* Problem requirements: Find the word "exponent" in the data, then copy each line where it is found.

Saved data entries
_ _ _ _

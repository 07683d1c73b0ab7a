package formula

import (
	"math"

	"quoin/calc/expr"
	"quoin/calc/quantity"
)

// arithmetic is + - * / ^, item by item.
func (e *evaluator) arithmetic(n *expr.Node, a, b quantity.Value) (quantity.Value, bool) {
	if n.Op == expr.Pow {
		return e.power(n, a, b)
	}
	if (n.Op == expr.Add || n.Op == expr.Sub) && !a.Dim.Is(b.Dim) {
		verb, join := "add", "to"
		first, second := b, a
		if n.Op == expr.Sub {
			verb, join = "subtract", "from"
		}
		return e.failHint("dimension", n, zeroHint(n.Args[0], a, n.Args[1], b), "cannot %s %s %s %s", verb, first.Dim.Name(), join, second.Dim.Name())
	}
	out, ok := e.shape(n, a, b)
	if !ok {
		return out, false
	}
	switch n.Op {
	case expr.Add, expr.Sub:
		out.Dim, out.Unit = a.Dim, a.Unit
	case expr.Mul:
		out.Dim, out.Unit = a.Dim.Times(b.Dim), productUnit(a, b)
	case expr.Div:
		out.Dim = a.Dim.Over(b.Dim)
		if plain(b) || b.Dim.Is(quantity.None) && !a.Dim.Is(quantity.None) {
			out.Unit = a.Unit
		}
	}
	for i := range out.SI {
		x, y := item(a, i), item(b, i)
		switch n.Op {
		case expr.Add:
			out.SI[i] = x + y
		case expr.Sub:
			out.SI[i] = x - y
		case expr.Mul:
			out.SI[i] = x * y
		case expr.Div:
			if y == 0 {
				if e.idle(i, len(out.SI)) {
					continue
				}
				return e.fail("domain", n.Args[1], "division by zero%s", at(i, out))
			}
			out.SI[i] = x / y
		}
	}
	return out, true
}

// productUnit is how a product likes to be shown: a pure number leaves the
// unit of the other factor.
func productUnit(a, b quantity.Value) quantity.Unit {
	switch {
	case plain(b), b.Dim.Is(quantity.None) && !a.Dim.Is(quantity.None):
		return a.Unit
	case plain(a), a.Dim.Is(quantity.None) && !b.Dim.Is(quantity.None):
		return b.Unit
	}
	return quantity.Unit{}
}

// plain is a pure number without a unit such as % or deg.
func plain(v quantity.Value) bool { return v.Dim.Is(quantity.None) && v.Unit.Scale == 0 }

// power raises a to b. The exponent of a quantity must be one pure number, for
// it sets the dimension.
func (e *evaluator) power(n *expr.Node, a, b quantity.Value) (quantity.Value, bool) {
	switch {
	case !b.Dim.Is(quantity.None):
		return e.failHint("dimension", n.Args[1], "num(x, unit) is the number of x in a unit", "an exponent is a pure number, not %s", b.Dim.Name())
	case !a.Dim.Is(quantity.None) && b.Shape != quantity.Number:
		return e.failHint("dimension", n.Args[1], "num(x, unit) is the number of x in a unit", "%s can be raised to one exponent only, not to %s", a.Dim.Name(), size(b))
	}
	out, ok := e.shape(n, a, b)
	if !ok {
		return out, false
	}
	if !a.Dim.Is(quantity.None) {
		p := b.SI[0]
		if p != 0 {
			out.Dim = a.Dim.Power(p)
		}
		if p == 1 {
			out.Unit = a.Unit
		}
	}
	for i := range out.SI {
		x, y := item(a, i), item(b, i)
		bad := ""
		switch {
		case x == 0 && y < 0:
			bad = "zero has no negative power"
		case x < 0 && y != math.Trunc(y):
			bad = "a negative number has whole powers only"
		}
		if bad != "" {
			if e.idle(i, len(out.SI)) {
				continue
			}
			return e.fail("domain", n, "%s: %s to the power %s%s", bad, show(x, a), quantity.Format(y, quantity.Digits), at(i, out))
		}
		out.SI[i] = math.Pow(x, y)
	}
	return out, true
}

// zeroHint helps where a plain 0 stands for a quantity.
func zeroHint(na *expr.Node, a quantity.Value, nb *expr.Node, b quantity.Value) string {
	for _, s := range []struct {
		n     *expr.Node
		other quantity.Value
	}{{na, b}, {nb, a}} {
		if s.n.Op == expr.Literal && s.n.Unit == "" && !s.other.Dim.Is(quantity.None) {
			u := s.other.Unit
			if u.Scale == 0 {
				u = quantity.SIUnit(s.other.Dim)
			}
			return "does " + s.n.Text + " need a unit, as in " + s.n.Text + " " + u.Text + ", or a factor that has one?"
		}
	}
	if a.Dim.Is(quantity.None) || b.Dim.Is(quantity.None) {
		return "num(x, unit) is the pure number of x in a unit"
	}
	return massHint(a.Dim, b.Dim)
}

// massHint reminds that weight and mass are two things.
func massHint(a, b quantity.Dim) string {
	if a.Is(quantity.Mass) && b.Is(quantity.Force) || a.Is(quantity.Force) && b.Is(quantity.Mass) {
		return "nothing converts between mass and weight by itself: multiply or divide by 1 g"
	}
	return ""
}
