package formula

import (
	"flag"
	"os"
	"testing"
)

// Drawn cases are the same on every run, unless a seed is given.
func TestMain(m *testing.M) {
	flag.Parse()
	if f := flag.Lookup("rapid.seed"); f.Value.String() == "0" {
		f.Value.Set("20")
	}
	os.Exit(m.Run())
}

_ _ _ _

* Answer:
// power raises a to b. The exponent of a quantity must be one pure number, for
		return e.failHint("dimension", n.Args[1], "num(x, unit) is the number of x in a unit", "an exponent is a pure number, not %s", b.Dim.Name())
		return e.failHint("dimension", n.Args[1], "num(x, unit) is the number of x in a unit", "%s can be raised to one exponent only, not to %s", a.Dim.Name(), size(b))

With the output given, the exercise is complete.